With these types of macros and an addon like Quartz it makes using my Hot Streak procs rather easy. 
Just hold down shift towards the end of either cast for a second and it'll que up that instant pyroblast. No need to lift up off of e or r anymore.

Virus Scan: virusscan.png

Download: turbofire.ahk

----------


## sh00k

The same can be done with

GRotation: http://www.mmowned.com/forums/bots-p...ight=grotation

You can also toggle it on and off whenever, eliminating the problem you have while typing in wow.

----------


## Backwardpawn

Ah well, I tried :/

If nothing else, a little scripting lesson for someone. ><

Looking through that post though it seems like a lot of people were having problems getting it to work in some cases cause of vb. Plus he's not supporting it anymore, so I suppose people still having trouble might find some use out of this.

----------


## CrazyCactuaR

> Ah well, I tried :/
> 
> If nothing else, a little scripting lesson for someone. ><
> 
> Looking through that post though it seems like a lot of people were having problems getting it to work in some cases cause of vb. Plus he's not supporting it anymore, so I suppose people still having trouble might find some use out of this.


their were some confusion over ocx files to load up at first but that was soon figured out.
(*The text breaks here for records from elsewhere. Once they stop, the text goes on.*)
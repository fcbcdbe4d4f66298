"""Curves given as points (dose, RR, CI) or as draws on a dose grid."""

import numpy as np
import pytest
from scipy.interpolate import interp1d
from scipy.stats import norm

from doseattr.core.curves.covariance import LogRRCovariance
from doseattr.core.curves.fit import fit_curve
from doseattr.core.curves.points import PointsCurve, curve_from_draws, points_curve
from doseattr.errors import ModelError

# Invented table (inputs only).
DOSES = np.array([0.0, 5.0, 10.0, 20.0, 40.0])
RR = np.array([1.0, 1.10, 1.18, 1.30, 1.45])
LO = np.array([np.nan, 1.02, 1.08, 1.15, 1.20])
HI = np.array([np.nan, 1.19, 1.29, 1.47, 1.75])


def test_interpolation_equals_scipy_interp1d():
    """Source: scipy.interpolate.interp1d (linear, held flat outside the points)
    of log RR."""
    curve = points_curve(DOSES, RR, LO, HI, reference_dose=0.0)
    ref = interp1d(DOSES, np.log(RR), kind="linear", bounds_error=False,
                   fill_value=(np.log(RR[0]), np.log(RR[-1])))
    x = np.linspace(0.0, 80.0, 161)
    np.testing.assert_allclose(curve.log_rr(x), ref(x), rtol=1e-13, atol=1e-15)
    assert curve.growth().kind == "bounded"
    np.testing.assert_array_equal(curve.kinks(), DOSES)


def test_reference_inside_the_points():
    """Relative to a reference between points: log RR(x) - log RR(x_ref)
    (interp1d as above)."""
    curve = points_curve(DOSES, RR, reference_dose=7.5)
    ref = interp1d(DOSES, np.log(RR))
    x = np.array([0.0, 7.5, 15.0, 40.0])
    np.testing.assert_allclose(curve.log_rr(x), ref(x) - ref(7.5), rtol=1e-13, atol=1e-15)


def test_covariance_from_pointwise_cis():
    """var = ((log hi - log lo)/(2 z))^2 (common practice), zero at the reference
    point (no CI), independent between points (note)."""
    curve = points_curve(DOSES, RR, LO, HI)
    z = norm.ppf(0.975)
    expected = np.r_[0.0, ((np.log(HI[1:]) - np.log(LO[1:])) / (2 * z)) ** 2]
    np.testing.assert_allclose(np.diag(curve.cov), expected, rtol=1e-14)
    assert any("independent" in n for n in curve.notes)


def test_refuse_beyond_last_point():
    curve = points_curve(DOSES, RR, beyond="refuse", max_dose=40.0)
    np.testing.assert_allclose(curve.rr(np.array([100.0])), [1.45], rtol=1e-14)
    model = PointsCurve(points=DOSES, beyond="refuse")
    with pytest.raises(ModelError, match="only up to dose 40"):
        model.log_rr(np.array([41.0]), np.log(RR))
    with pytest.raises(ModelError, match="only up to dose 40"):
        points_curve(DOSES, RR, beyond="refuse")


def test_invalid_points():
    with pytest.raises(ModelError, match="increasing"):
        PointsCurve(points=[0.0, 5.0, 5.0])
    with pytest.raises(ModelError, match="outside"):
        PointsCurve(points=[1.0, 5.0], reference_dose=0.0)
    with pytest.raises(ModelError, match="must be 1"):
        points_curve(DOSES, RR * 1.1)


def test_points_model_is_not_fitted():
    """The hat functions sum to one, so only coefficient differences are
    identified; the fitter refuses the model."""
    model = PointsCurve(points=DOSES[:3])
    cov = LogRRCovariance(np.diag([0.01, 0.01, 0.01]), "independent")
    with pytest.raises(ModelError, match="not identified"):
        fit_curve(model, [3.0, 6.0, 9.0], [0.1, 0.2, 0.3], cov)


def test_curve_from_draws():
    """coef = log of the pointwise median RR (numpy.median); draws = log RR draws;
    cov = numpy.cov of the log draws; each draw's curve is its own interpolation
    (scipy interp1d)."""
    rng = np.random.default_rng(7)
    grid = np.array([0.0, 10.0, 20.0, 40.0])
    slope = rng.normal(0.01, 0.002, size=(201, 1))
    rr = np.exp(slope * grid)
    curve = curve_from_draws(grid, rr)
    np.testing.assert_allclose(curve.coef, np.log(np.median(rr, axis=0)), rtol=1e-14)
    np.testing.assert_allclose(curve.draws, np.log(rr), rtol=1e-14)
    np.testing.assert_allclose(curve.cov, np.cov(np.log(rr), rowvar=False), rtol=1e-12)
    x = np.array([5.0, 30.0, 60.0])
    got = curve.log_rr(x, curve.draws)
    assert got.shape == (201, 3)
    ref = interp1d(grid, np.log(rr), axis=1, bounds_error=False,
                   fill_value=(np.log(rr[:, 0]), np.log(rr[:, -1])))
    np.testing.assert_allclose(got[:, :2], ref(x[:2]), rtol=1e-12, atol=1e-15)
    np.testing.assert_allclose(got[:, 2], np.log(rr[:, -1]), rtol=1e-12)
    with pytest.raises(ModelError, match="positive"):
        curve_from_draws(grid, -rr)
Problem is not alot of people know to make macro's for each key so you gotta guide them through every step, which most people who asked for help never actually responded.

gR3 aint dead as such, last version is 3.1.somat just not had time to redo that page (plus didnt think anyone used it really).

I love the concept of what you've made though its pretty ingenius  :Smile: 

edit: decided to redo my frontpage thanks for giving me the effort dude.

----------


## snigelmannen

Ok i like this as a prot warr i gotta spam revenge/hs for long periods and this helps when i cant press my keys when my injured hand hurts, tho i need to be able to choose what key i want to have turbo on.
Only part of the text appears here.